A report released this week by Environment Missouri suggests climate change could make extreme weather events, such as droughts and storms, more common and possibly more severe.
The new report, “In the Path of the Storm: Global Warming, Extreme Weather, and the Impacts of Weather-Related Disasters in the United States,’’ examines county-level weather-related disaster declaration data from the Federal Emergency Management Agency for 2006 through 2011.
The report does not cite any information about the possibility of more tornadoes or the probability of more severe ones, such as the EF-5 tornado that struck Joplin on May 22. The research into climate change and tornadoes is inconclusive, said Ted Mathys, state advocate for Environment Missouri.
Mathys, in a teleconference on Thursday, said 2011 was a particularly bad year for extreme weather in Missouri and across the country.
“Nearly all of Missouri’s 6 million residents have lived through extreme weather in recent years, harming our economy and our public safety,” Mathys said. “Given that global warming will likely fuel even more extreme weather, we need to cut dangerous carbon pollution now.”
The report urges the federal government to move ahead with addressing climate change by limiting emissions of carbon dioxide from vehicles and coal-fired power plants, the largest single source of the carbon pollution.
Mathys said all 115 Missouri counties have been affected by at least one weather-related disaster since 2006. Among the hardest hit in Southwest Missouri has been Webster County, one of only 10 counties in the U.S. that has been struck by 10 weather disasters since 2006.
The public can track recent weather disasters by county, using an interactive online map at www.EnviromentMissouri.org. The portion of the map for Jasper County does not reflect the Joplin tornado since it cannot be tied to climate change.

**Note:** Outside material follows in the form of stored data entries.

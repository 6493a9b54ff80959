import re
from pathlib import Path

import pytest
from django.utils import timezone

import campaigns
from campaigns.models import Campaign

TEMPLATES = Path(campaigns.__file__).parent / "templates"


@pytest.fixture
def campaign(coordinator):
    now = timezone.now()
    return Campaign.objects.create(
        id="test-1",
        title="A ring in the south",
        status="live",
        is_public=True,
        event_time=now,
        source_model={"preset": "steady", "label": "steady"},
        made_by=coordinator,
        made_at=now,
    )


def _private(campaign):
    campaign.is_public = False
    campaign.save()
    return campaign


@pytest.mark.parametrize("path", ["/", "/sign-in/", "/c/test-1/", "/c/test-1/log/"])
def test_pages_that_everybody_sees(client, campaign, path):
    answer = client.get(path)
    assert answer.status_code == 200
    assert "quartersky_csrf" in answer.cookies


@pytest.mark.parametrize("path", ["/launch/", "/gear/", "/c/test-1/tonight/"])
def test_pages_that_need_an_account_lead_to_the_sign_in_and_back(client, campaign, path):
    answer = client.get(path)
    assert answer.status_code == 302
    assert answer["Location"] == "/sign-in/?next=" + path.replace("/", "%2F")


@pytest.mark.parametrize("path", ["/", "/gear/", "/c/test-1/", "/c/test-1/tonight/"])
def test_pages_of_an_observer(client, campaign, observer, path):
    client.force_login(observer)
    assert client.get(path).status_code == 200


def test_launch_is_for_coordinators(client, observer, coordinator):
    client.force_login(observer)
    assert client.get("/launch/").status_code == 403
    client.force_login(coordinator)
    assert client.get("/launch/").status_code == 200


def test_an_onlooker_has_no_tonight_and_is_told_why(client, campaign, onlooker):
    client.force_login(onlooker)
    answer = client.get("/c/test-1/tonight/")
    assert answer.status_code == 403
    assert "watch" in answer.content.decode()
    assert 'href="/"' in answer.content.decode()


def test_a_private_board_asks_who_is_there(client, campaign, observer):
    _private(campaign)
    assert client.get("/c/test-1/").status_code == 302
    client.force_login(observer)
    assert client.get("/c/test-1/").status_code == 200


def test_a_campaign_that_does_not_exist_looks_like_a_private_one(client, campaign):
    _private(campaign)
    hidden, missing = client.get("/c/test-1/"), client.get("/c/nothing/")
    assert (hidden.status_code, missing.status_code) == (302, 302)


def test_a_campaign_that_does_not_exist_is_a_page_with_a_way_back(client, observer):
    client.force_login(observer)
    answer = client.get("/c/nothing/")
    assert answer.status_code == 404
    assert 'href="/"' in answer.content.decode()


@pytest.mark.parametrize(
    ("wanted", "reached"),
    [
        ("/gear/", "/gear/"),
        ("https://elsewhere.example/", "/"),
        ("//elsewhere.example", "/"),
        ("javascript:alert(1)", "/"),
        ("", "/"),
    ],
)
def test_after_the_sign_in_one_stays_here(client, observer, wanted, reached):
    client.force_login(observer)
    answer = client.get("/sign-in/", {"next": wanted})
    assert (answer.status_code, answer["Location"]) == (302, reached)


def test_pages_only_answer_to_reading(client, db):
    assert client.post("/").status_code == 405


def test_the_policy_allows_nothing_inline_and_nobody_elsewhere(client, db):
    policy = client.get("/")["Content-Security-Policy"]
    assert "unsafe" not in policy
    assert "http" not in policy
    assert "default-src 'none'" in policy
    assert "frame-ancestors 'none'" in policy


@pytest.mark.parametrize("path", ["/", "/api/v1/session", "/nowhere/", "/api/schema/"])
def test_every_answer_carries_the_headers(client, db, path):
    answer = client.get(path)
    for name in ("Content-Security-Policy", "Permissions-Policy", "X-Frame-Options"):
        assert answer[name]
    assert answer["X-Content-Type-Options"] == "nosniff"
    assert answer["Cache-Control"]


@pytest.mark.parametrize("template", sorted(TEMPLATES.rglob("*.html")), ids=lambda p: p.name)
def test_no_template_has_inline_script_or_style(template):
    text = template.read_text()
    assert not re.search(r"<style|\sstyle=|\son[a-z]+=|javascript:", text)
    for script in re.findall(r"<script[^>]*>", text):
        assert "src=" in script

“We know that extreme weather is happening,” Mathys said. “We know that it is causing very severe problems for every county in Missouri, and we know that global warming increases the likelihood that we’ll see even more extreme weather in the future.”
The extreme flooding of the Missouri and Mississippi rivers in 2011, which caused the inundation of 200 square miles of farmland in Missouri, is one of the extreme weather events highlighted in the report.
The report details the latest science on the projected influence of climate change on rain, snow, heat, drought, wildfires, hurricanes and coastal storms.
The report states that research shows the U.S. has experienced an increase in heavy precipitation events, with the rainiest 1 percent of all storms delivering 20 percent more rain on average at the end of the 20th century than at the beginning.
The trend toward extreme precipitation is projected to continue in a warming world, while higher temperatures and drier summers will likely increase the risk of drought for certain parts of the country.
Climate change and tornadoes
While the intergovernmental panel on climate change recently concluded that it is “virtually certain” that hot days will become hotter and “likely” that extreme precipitation events will continue to increase worldwide, it said there is little scientific consensus about the impact of global warming on events such as tornadoes.